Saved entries

* * *

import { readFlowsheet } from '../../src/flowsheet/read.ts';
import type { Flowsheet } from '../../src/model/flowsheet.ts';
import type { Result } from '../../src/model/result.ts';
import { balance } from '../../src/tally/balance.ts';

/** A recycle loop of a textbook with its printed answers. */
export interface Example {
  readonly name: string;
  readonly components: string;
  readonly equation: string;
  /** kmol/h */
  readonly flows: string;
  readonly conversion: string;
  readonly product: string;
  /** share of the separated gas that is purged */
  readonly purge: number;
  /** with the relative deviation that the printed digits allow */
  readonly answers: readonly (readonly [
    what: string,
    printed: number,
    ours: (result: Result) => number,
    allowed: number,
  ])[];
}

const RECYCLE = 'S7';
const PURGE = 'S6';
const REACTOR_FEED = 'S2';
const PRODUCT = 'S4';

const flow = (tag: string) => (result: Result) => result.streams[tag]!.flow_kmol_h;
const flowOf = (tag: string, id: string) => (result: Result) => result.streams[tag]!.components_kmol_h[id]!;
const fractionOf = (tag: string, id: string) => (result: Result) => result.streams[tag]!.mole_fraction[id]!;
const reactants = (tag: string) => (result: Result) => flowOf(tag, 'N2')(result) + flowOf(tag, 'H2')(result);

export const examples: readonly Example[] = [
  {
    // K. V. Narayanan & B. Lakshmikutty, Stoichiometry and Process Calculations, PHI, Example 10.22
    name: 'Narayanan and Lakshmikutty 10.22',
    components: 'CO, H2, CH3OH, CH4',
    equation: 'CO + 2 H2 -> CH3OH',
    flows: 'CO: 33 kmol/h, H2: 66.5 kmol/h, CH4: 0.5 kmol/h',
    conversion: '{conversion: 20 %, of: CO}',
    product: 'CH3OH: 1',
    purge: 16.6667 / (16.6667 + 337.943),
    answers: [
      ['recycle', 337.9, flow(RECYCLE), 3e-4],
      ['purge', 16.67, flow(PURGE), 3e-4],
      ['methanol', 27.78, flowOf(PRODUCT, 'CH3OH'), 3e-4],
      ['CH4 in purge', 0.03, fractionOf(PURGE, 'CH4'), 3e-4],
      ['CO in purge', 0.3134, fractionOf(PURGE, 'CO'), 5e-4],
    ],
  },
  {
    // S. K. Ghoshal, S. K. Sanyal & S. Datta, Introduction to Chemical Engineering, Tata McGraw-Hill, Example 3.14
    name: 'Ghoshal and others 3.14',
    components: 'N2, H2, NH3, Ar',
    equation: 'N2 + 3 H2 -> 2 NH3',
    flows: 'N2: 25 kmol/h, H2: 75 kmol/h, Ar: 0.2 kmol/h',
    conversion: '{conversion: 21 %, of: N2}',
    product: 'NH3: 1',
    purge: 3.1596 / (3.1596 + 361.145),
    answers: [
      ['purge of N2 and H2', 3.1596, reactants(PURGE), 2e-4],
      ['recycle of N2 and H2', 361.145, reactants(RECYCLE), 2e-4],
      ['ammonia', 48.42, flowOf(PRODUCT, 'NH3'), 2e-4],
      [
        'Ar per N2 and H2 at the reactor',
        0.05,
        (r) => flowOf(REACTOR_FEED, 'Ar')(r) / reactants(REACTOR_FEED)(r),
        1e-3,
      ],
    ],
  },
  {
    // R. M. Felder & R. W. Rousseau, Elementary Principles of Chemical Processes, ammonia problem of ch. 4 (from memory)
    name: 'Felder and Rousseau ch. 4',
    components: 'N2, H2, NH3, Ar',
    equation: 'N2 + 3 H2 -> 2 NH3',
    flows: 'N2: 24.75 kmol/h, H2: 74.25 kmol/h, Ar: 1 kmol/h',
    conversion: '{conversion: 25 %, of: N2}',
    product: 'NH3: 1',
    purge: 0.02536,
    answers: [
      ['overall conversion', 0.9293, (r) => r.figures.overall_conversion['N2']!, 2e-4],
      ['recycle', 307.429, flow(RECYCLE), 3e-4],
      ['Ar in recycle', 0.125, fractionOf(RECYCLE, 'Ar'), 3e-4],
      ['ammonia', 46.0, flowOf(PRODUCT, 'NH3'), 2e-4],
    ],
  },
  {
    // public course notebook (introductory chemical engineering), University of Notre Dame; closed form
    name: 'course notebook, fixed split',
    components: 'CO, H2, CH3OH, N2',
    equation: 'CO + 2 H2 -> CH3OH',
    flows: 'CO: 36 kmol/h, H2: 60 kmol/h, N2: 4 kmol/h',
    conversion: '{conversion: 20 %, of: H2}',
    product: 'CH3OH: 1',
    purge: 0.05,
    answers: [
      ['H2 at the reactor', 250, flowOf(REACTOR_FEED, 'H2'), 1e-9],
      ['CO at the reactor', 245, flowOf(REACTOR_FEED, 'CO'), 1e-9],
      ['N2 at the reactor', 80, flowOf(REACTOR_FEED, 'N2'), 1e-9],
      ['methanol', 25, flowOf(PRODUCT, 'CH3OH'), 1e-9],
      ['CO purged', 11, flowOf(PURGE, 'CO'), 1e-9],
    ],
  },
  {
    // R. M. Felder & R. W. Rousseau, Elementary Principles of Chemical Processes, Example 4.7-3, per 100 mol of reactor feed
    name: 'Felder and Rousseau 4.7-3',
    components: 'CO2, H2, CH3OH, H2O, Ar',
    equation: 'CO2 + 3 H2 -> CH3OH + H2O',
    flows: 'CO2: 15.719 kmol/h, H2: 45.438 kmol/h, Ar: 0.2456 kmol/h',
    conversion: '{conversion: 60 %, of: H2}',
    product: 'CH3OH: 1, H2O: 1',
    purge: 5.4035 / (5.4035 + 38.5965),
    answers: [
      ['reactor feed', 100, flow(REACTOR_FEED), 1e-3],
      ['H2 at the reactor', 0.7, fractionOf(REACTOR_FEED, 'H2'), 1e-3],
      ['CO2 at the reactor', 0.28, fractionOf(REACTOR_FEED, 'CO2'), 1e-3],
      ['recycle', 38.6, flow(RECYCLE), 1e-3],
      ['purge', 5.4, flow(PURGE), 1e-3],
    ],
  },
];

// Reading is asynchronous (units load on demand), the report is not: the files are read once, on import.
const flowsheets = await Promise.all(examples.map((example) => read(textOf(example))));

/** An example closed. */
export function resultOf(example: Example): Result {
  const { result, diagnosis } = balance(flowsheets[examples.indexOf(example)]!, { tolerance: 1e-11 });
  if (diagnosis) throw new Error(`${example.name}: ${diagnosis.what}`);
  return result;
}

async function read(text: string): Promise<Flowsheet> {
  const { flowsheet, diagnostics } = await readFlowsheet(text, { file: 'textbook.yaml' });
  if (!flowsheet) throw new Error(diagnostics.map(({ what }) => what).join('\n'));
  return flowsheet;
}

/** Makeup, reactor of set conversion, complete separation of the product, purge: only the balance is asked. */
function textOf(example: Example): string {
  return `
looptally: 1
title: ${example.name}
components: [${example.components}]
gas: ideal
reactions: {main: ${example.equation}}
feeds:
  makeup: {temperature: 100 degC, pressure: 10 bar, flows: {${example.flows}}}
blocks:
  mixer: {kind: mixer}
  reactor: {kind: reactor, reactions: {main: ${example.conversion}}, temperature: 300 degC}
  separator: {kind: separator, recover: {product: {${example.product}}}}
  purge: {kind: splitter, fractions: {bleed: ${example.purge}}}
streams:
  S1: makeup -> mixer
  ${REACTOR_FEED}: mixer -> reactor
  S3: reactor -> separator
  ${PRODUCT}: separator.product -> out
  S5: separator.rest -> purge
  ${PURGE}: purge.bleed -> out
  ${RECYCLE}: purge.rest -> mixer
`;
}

* * *

Work instruction:
Every line above that includes the word "balance" should be listed.

Answer space:
import { balance } from '../../src/tally/balance.ts';
  const { result, diagnosis } = balance(flowsheets[examples.indexOf(example)]!, { tolerance: 1e-11 });
/** Makeup, reactor of set conversion, complete separation of the product, purge: only the balance is asked. */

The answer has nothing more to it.